Menginjak usia remaja, ia harus kehilangan figur seorang Ayah yang begitu dia idolakan ketika sang Ayah memilih untuk bermain-main dengan perempuan lain, tanpa mempedulikan si Ibunda yang merintih mencintainya dan selalu membuka pintu maaf untuknya.
Ayah yang tak pernah sampai di rumah sebelum pukul sembilan…
Ayah yang selalu mencari-cari alasan untuk tidak di rumah meskipun hari Minggu adalah hari yang tadinya dipersembahkan hanya untuk keluarga..
Ayah yang kemudian membuatnya penasaran lalu berniat mengikutinya, sampai akhirnya ia tahu persis bagaimana rupa perempuan yang telah merusak kebahagiaan Ayah dan Ibundanya…
Ayah yang itu… Yang pernah menjadi segalanya… Lalu menjadi sosok yang tak bisa ia maafkan sampai hari ini…
Karena…
Istri melihat sendiri bagaimana Ibundanya menangis…
Tersakiti…. Merintih…. Lalu sakit… Lalu tak berdaya…. Lalu menyerah setelah menyadari bahwa apapun yang dia lakukan tak bisa membawa kembali suaminya ke dalam pelukan keluarga…ย
Dan sejarah itulah yang ditakutkan sang Istri akan berulang dalam kehidupannya.
Suaminya akan meninggalkannya…
Seperti seorang Ayah yang meninggalkan Ibundanya ketika sang Bunda mulai kehilangan daya tariknya…
***
Istri masih di depan cermin. Masih dengan pikiran yang melayang-layang pada sejarah masa lalu yang tak bisa hilang dalam isi kepalanya.
“Aku trauma, La,” kata si Istri akhirnya. “Aku takut sekali kalau sejarah itu benar-benar berulang…”
Di usia empat belas tahun, Istri sudah mampu merekam dengan baik setiap perilaku Ayahnya dan setiap tangisan Bundanya.
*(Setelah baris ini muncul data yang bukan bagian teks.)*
static eddy_status build_axes(const mesh_case *c, int coarse, grid_plan *p, double **x, int *nx,
                              double **y, int *ny, axis_map *mx, axis_map *my, eddy_error *err)
{
    memset(mx, 0, sizeof *mx);
    memset(my, 0, sizeof *my);
    if (plan_build(c, p) != 0)
        return EDDY_RAISE(err, EDDY_ERR_NOMEM, "out of memory planning the mesh");
    double lx = c->x1 - c->x0, ly = c->y1 - c->y0;
    double growth = c->mesh.growth > 0 ? c->mesh.growth : DEFAULT_GROWTH;
    double hmax = c->mesh.max_size > 0 ? c->mesh.max_size
                                       : DEFAULT_MAX_FRACTION * (lx > ly ? lx : ly);
    double xa = 0, xb = 0;
    int nband = plan_pass_band(c, &p->ax, growth, hmax, &xa, &xb);
    if (nband == -1)
        return EDDY_RAISE(err, EDDY_ERR_NOMEM, "out of memory planning the mesh");
    int rx = nband == -2 ? -2 : mesh_axis(&p->ax, c->x0, c->x1, growth, hmax, c->mesh.min_size, x, nx);
    if (rx == 0 && nband > 0) {
        if (x != NULL)
            rx = impose_band(x, nx, xa, xb, nband) != 0 ? -1 : 0;
        /* counting only: the count of the interval is nband to rounding */
    }
    int ry = rx == 0 ? mesh_axis(&p->ay, c->y0, c->y1, growth, hmax, c->mesh.min_size, y, ny)
                     : 0;
    if (rx == 0 && ry == 0 && c->mesh.refine > 1) {
        rx = subdivide(x, nx, c->mesh.refine);
        if (rx == 0)
            ry = subdivide(y, ny, c->mesh.refine);
    }
    if (rx == 0 && ry == 0 && coarse) {
        for (int l = 0; l < coarse; l++) {
            coarsen(x != NULL ? *x : NULL, nx, p->ax.bp, p->ax.nbp);
            coarsen(y != NULL ? *y : NULL, ny, p->ay.bp, p->ay.nbp);
        }
    }
    /* the coarse grid's layer: half the cells over the same map (L is m times
     * the last inside cell, which doubles) */
    int mcells = (c->mesh.layer_cells > 0 ? c->mesh.layer_cells
                                          : MAP_CELLS * (c->mesh.refine > 1 ? c->mesh.refine : 1)) >>
                 coarse;
    if (mcells < 6)
        mcells = 6;
    if (rx == 0 && ry == 0)
        rx = add_open_layers(x, nx, c->x_open, c->x_open, mcells, mx);
    if (rx == 0 && ry == 0)
        ry = add_open_layers(y, ny, c->y_open, c->y_open, mcells, my);
    if (rx == -1 || ry == -1)
        return EDDY_RAISE(err, EDDY_ERR_NOMEM, "out of memory meshing");
    if (rx == -2 || ry == -2)
        return EDDY_RAISE(err, EDDY_ERR_TOO_LARGE,
                          "%s: mesh: more than %d grid lines along %s would be needed; raise "
                          "mesh.min_size or reduce the highest speed",
                          c->path, MAX_AXIS_NODES, rx == -2 ? "x" : "y");
    if (c->x_periodic && *nx < 4)
        return EDDY_RAISE(err, EDDY_ERR_INPUT, "%s: mesh: a periodic domain needs at least 3 "
                          "cells in x", c->path);
    return EDDY_OK;
}

eddy_status mesh_grid_estimate(const mesh_case *c, double memory_limit, mesh_estimate *est,
                               eddy_error *err)
{
    grid_plan p;
    int nx = 0, ny = 0;
    axis_map mx, my;
    eddy_status s = build_axes(c, 0, &p, NULL, &nx, NULL, &ny, &mx, &my, err);
    plan_free(&p);
    if (s != EDDY_OK)
        return s;
    return estimate_from_axes(c, nx, ny, memory_limit, est, err);
}
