/*
 * app_batch.c - the library side of `eddy2d batch`: case discovery, variant
 * expansion, content hashes, resume decisions, per-case status files and
 * the batch summary (CSV, JSON, HTML).
 *
 * Layout of a batch folder OUT:
 *   OUT/batch.json              the plan: every case, its source and variant values
 *   OUT/<case>/case.json        the expanded case exactly as solved (input snapshot)
 *   OUT/<case>/result.json ...  the outputs of app_run_solve
 *   OUT/<case>/input.hash       completion marker, written after result.json
 *   OUT/<case>/error.json       a failed case: status, message, seconds
 *   OUT/summary.{csv,json,html} one row per case and speed
 *   OUT/batch.sbatch, summary.sbatch, submit.sh, slurm/   with --slurm
 * Every file is written to a temporary name and renamed (eddy_write_atomic).
 *
 * Nothing here prints, forks or exits; the front end (post/app_batch_main.c)
 * runs the cases.
 */
#include "app/app.h"

#include <cJSON.h>
#include <dirent.h>
#include <errno.h>
#include <math.h>
#include <stdarg.h>
#include <stdint.h>
#include <stdio.h>
#include <stdlib.h>
#include <string.h>
#include <sys/stat.h>
#include <time.h>
#include <unistd.h>

/* The same limit as mesh_case_load. */
#define MAX_CASE_BYTES (16L * 1024 * 1024)
#define HASH_FILE "input.hash"
#define HASH_TAG "fnv1a64"

/* ------------------------------------------------------------------------ */
/* Small helpers                                                             */
/* ------------------------------------------------------------------------ */

uint64_t app_fnv1a64(const void *data, size_t size, uint64_t h)
{
    const unsigned char *p = data;
    for (size_t k = 0; k < size; k++) {
        h ^= p[k];
        h *= 0x100000001b3ULL; /* the 64-bit FNV prime, 2^40 + 2^8 + 0xb3 */
    }
    return h;
}

static char *dup_str(const char *s)
{
    size_t n = strlen(s) + 1;
    char *d = malloc(n);
    if (d != NULL)
        memcpy(d, s, n);
    return d;
}

static int name_char(char ch)
{
    return (ch >= 'a' && ch <= 'z') || (ch >= 'A' && ch <= 'Z') || (ch >= '0' && ch <= '9') ||
           ch == '-' || ch == '.';
}

/* 1 if path holds exactly data (size bytes). */
static int same_content(const char *path, const char *data, size_t size)
{
    struct stat st;
    if (stat(path, &st) != 0 || !S_ISREG(st.st_mode) || (size_t)st.st_size != size)
        return 0;
    char *old = NULL;
    size_t len = 0;
    if (eddy_read_file(path, (long)size + 1, &old, &len, NULL) != EDDY_OK)
        return 0;
    int same = len == size && memcmp(old, data, size) == 0;
    free(old);
    return same;
}

static int join(char *dst, size_t size, const char *dir, const char *a, const char *b)
{
    int n = b != NULL ? snprintf(dst, size, "%s/%s/%s", dir, a, b)
                      : snprintf(dst, size, "%s/%s", dir, a);
    return n >= 0 && (size_t)n < size;
}

/* Remove a file; a missing file is fine. */
static eddy_status remove_file(const char *path, eddy_error *err)
{
    if (unlink(path) != 0 && errno != ENOENT)
        return EDDY_RAISE(err, EDDY_ERR_IO, "%s: cannot remove: %s", path, strerror(errno));
    return EDDY_OK;
}

const char *app_case_state_name(app_case_state s)
{
    switch (s) {
    case APP_CASE_NOT_RUN: return "not run";
    case APP_CASE_OK: return "ok";
    case APP_CASE_INVALID: return "invalid";
    case APP_CASE_FAILED: return "failed";
    case APP_CASE_TIMEOUT: return "timeout";
    case APP_CASE_CRASHED: return "crashed";
    }
    return "unknown";
}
Perselingkuhan sembilan belas tahun yang menguji hati Bundanya telah menciptakan satu pemahaman bahwa lelaki dengan wajah di atas rata-rata dan berkantong sedikit lebih tebal, akan rawan berselingkuh, apalagi kalau si perempuan pasangannya tidak mampu menjaga kecantikannya.
Ia percaya…
Ketika perempuan kehilangan daya tariknya…
Ketika kulitnya mengendur…
Ketika badannya menggemuk…
Ketika di wajahnya muncul kerutan-kerutan halus…
Ketika kelelahannya mengasuh anak-anak membuatnya tak sempat berdandan heboh untuk menyambut lelaki-nya pulang….
Ketika semua itu terjadi, komitmen pernikahan yang mereka ucapkan di depan penghulu, telah mereka letakkan di meja judi. Menanti… siapa yang kalah? Siapakah yang menang? Bisakah bertahan? Atau selesaikah sampai di sini?
….karena Bunda telah meletakkannya di meja judi, lalu kehilangan semuanya…
Hhh.
Saya sendiri belum menikah. Belum menemukan lelaki yang tepat untuk berkomitmen sehidup semati. Bukan kapasitas saya untuk memberikan nasehat-nasehat buat seorang Istri yang meragukan cinta suaminya, ketika ia mulai merasa tua, gemuk, dan tidak cantik.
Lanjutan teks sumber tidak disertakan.